■ **Record excerpts**

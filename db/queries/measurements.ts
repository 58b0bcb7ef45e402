import 'server-only';
import { and, desc, eq, inArray, isNull, sql } from 'drizzle-orm';
import type { Millimetres } from '@/diagnosis/units/millimetres';
import { db } from '../client';
import { measurementSets } from '../schema/measurement-sets';
import { measurements } from '../schema/measurements';
import { wearers } from '../schema/wearers';
import { recordAudit } from './audit';
import type { Viewer } from './viewer';

export interface MeasurementSetInput {
  measuredOn: string;
  takenAlone: boolean;
  waistPlace: 'narrowest' | 'navel' | 'band';
  note: string;
  /** Several takes of one measure count from 1. */
  values: { measure: string; take?: number; valueMm: Millimetres; typed: string }[];
}

export interface MeasurementSetDto extends Omit<MeasurementSetInput, 'values'> {
  id: string;
  values: { measure: string; take: number; valueMm: number; typed: string }[];
}

const ownWearerIds = (viewer: Viewer) =>
  db()
    .select({ id: wearers.id })
    .from(wearers)
    .where(and(eq(wearers.ownerId, viewer.userId), isNull(wearers.deletedAt)));

/** The sittings with the tape of one wearer, newest first, at most 50. Empty for a wearer that is not the viewer's. */
export function listMeasurementSets(viewer: Viewer, wearerId: string): Promise<MeasurementSetDto[]> {
  return db()
    .select({
      id: measurementSets.id,
      measuredOn: measurementSets.measuredOn,
      takenAlone: measurementSets.takenAlone,
      waistPlace: measurementSets.waistPlace,
      note: measurementSets.note,
      values: sql<MeasurementSetDto['values']>`(
        select coalesce(json_agg(json_build_object('measure', m.measure, 'take', m.take, 'valueMm', m.value_mm, 'typed', m.typed) order by m.measure, m.take), '[]')
        from measurements m where m.set_id = measurement_sets.id)`,
    })
    .from(measurementSets)
    .where(
      and(
        eq(measurementSets.wearerId, wearerId),
        inArray(measurementSets.wearerId, ownWearerIds(viewer)),
        isNull(measurementSets.deletedAt),
      ),
    )
    .orderBy(desc(measurementSets.measuredOn), desc(measurementSets.id))
    .limit(50);
}

/** False when the wearer is not the viewer's. The same id sent twice is one set. */
export async function addMeasurementSet(
  viewer: Viewer,
  wearerId: string,
  id: string,
  { values, ...set }: MeasurementSetInput,
): Promise<boolean> {
  return db().transaction(async (tx) => {
    const [owned] = await tx
      .select({ id: wearers.id })
      .from(wearers)
      .where(and(eq(wearers.id, wearerId), inArray(wearers.id, ownWearerIds(viewer))));
    if (!owned) return false;
    const made = await tx
      .insert(measurementSets)
      .values({ ...set, id, wearerId })
      .onConflictDoNothing()
      .returning({ id: measurementSets.id });
    if (made.length === 0) return true;
    if (values.length > 0)
      await tx.insert(measurements).values(values.map((value) => ({ ...value, setId: id })));
    await recordAudit(tx, {
      actorId: viewer.userId,
      verb: 'create',
      objectKind: 'measurement-set',
      objectId: id,
    });
    return true;
  });
}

■ **Work required**
Line by line, repeat the data exactly.

■ **Your response**
filename db/queries/measurements.ts
repository 58b0bcb7ef45e402
import 'server-only';
import { and, desc, eq, inArray, isNull, sql } from 'drizzle-orm';
import type { Millimetres } from '@/diagnosis/units/millimetres';
import { db } from '../client';
import { measurementSets } from '../schema/measurement-sets';
import { measurements } from '../schema/measurements';
import { wearers } from '../schema/wearers';
import { recordAudit } from './audit';
import type { Viewer } from './viewer';

export interface MeasurementSetInput {
  measuredOn: string;
  takenAlone: boolean;
  waistPlace: 'narrowest' | 'navel' | 'band';
  note: string;
  /** Several takes of one measure count from 1. */
  values: { measure: string; take?: number; valueMm: Millimetres; typed: string }[];
}

export interface MeasurementSetDto extends Omit<MeasurementSetInput, 'values'> {
  id: string;
  values: { measure: string; take: number; valueMm: number; typed: string }[];
}

const ownWearerIds = (viewer: Viewer) =>
  db()
    .select({ id: wearers.id })
    .from(wearers)
    .where(and(eq(wearers.ownerId, viewer.userId), isNull(wearers.deletedAt)));

/** The sittings with the tape of one wearer, newest first, at most 50. Empty for a wearer that is not the viewer's. */
export function listMeasurementSets(viewer: Viewer, wearerId: string): Promise<MeasurementSetDto[]> {
  return db()
    .select({
      id: measurementSets.id,
      measuredOn: measurementSets.measuredOn,
      takenAlone: measurementSets.takenAlone,
      waistPlace: measurementSets.waistPlace,
      note: measurementSets.note,
      values: sql<MeasurementSetDto['values']>`(
        select coalesce(json_agg(json_build_object('measure', m.measure, 'take', m.take, 'valueMm', m.value_mm, 'typed', m.typed) order by m.measure, m.take), '[]')
        from measurements m where m.set_id = measurement_sets.id)`,
    })
    .from(measurementSets)
    .where(
      and(
        eq(measurementSets.wearerId, wearerId),
        inArray(measurementSets.wearerId, ownWearerIds(viewer)),
        isNull(measurementSets.deletedAt),
      ),
    )
    .orderBy(desc(measurementSets.measuredOn), desc(measurementSets.id))
    .limit(50);
}

/** False when the wearer is not the viewer's. The same id sent twice is one set. */
export async function addMeasurementSet(
  viewer: Viewer,
  wearerId: string,
  id: string,
  { values, ...set }: MeasurementSetInput,
): Promise<boolean> {
  return db().transaction(async (tx) => {
    const [owned] = await tx
      .select({ id: wearers.id })
      .from(wearers)
      .where(and(eq(wearers.id, wearerId), inArray(wearers.id, ownWearerIds(viewer))));
    if (!owned) return false;
    const made = await tx
      .insert(measurementSets)
      .values({ ...set, id, wearerId })
      .onConflictDoNothing()
      .returning({ id: measurementSets.id });
    if (made.length === 0) return true;
    if (values.length > 0)
      await tx.insert(measurements).values(values.map((value) => ({ ...value, setId: id })));
    await recordAudit(tx, {
      actorId: viewer.userId,
      verb: 'create',
      objectKind: 'measurement-set',
      objectId: id,
    });
    return true;
  });
}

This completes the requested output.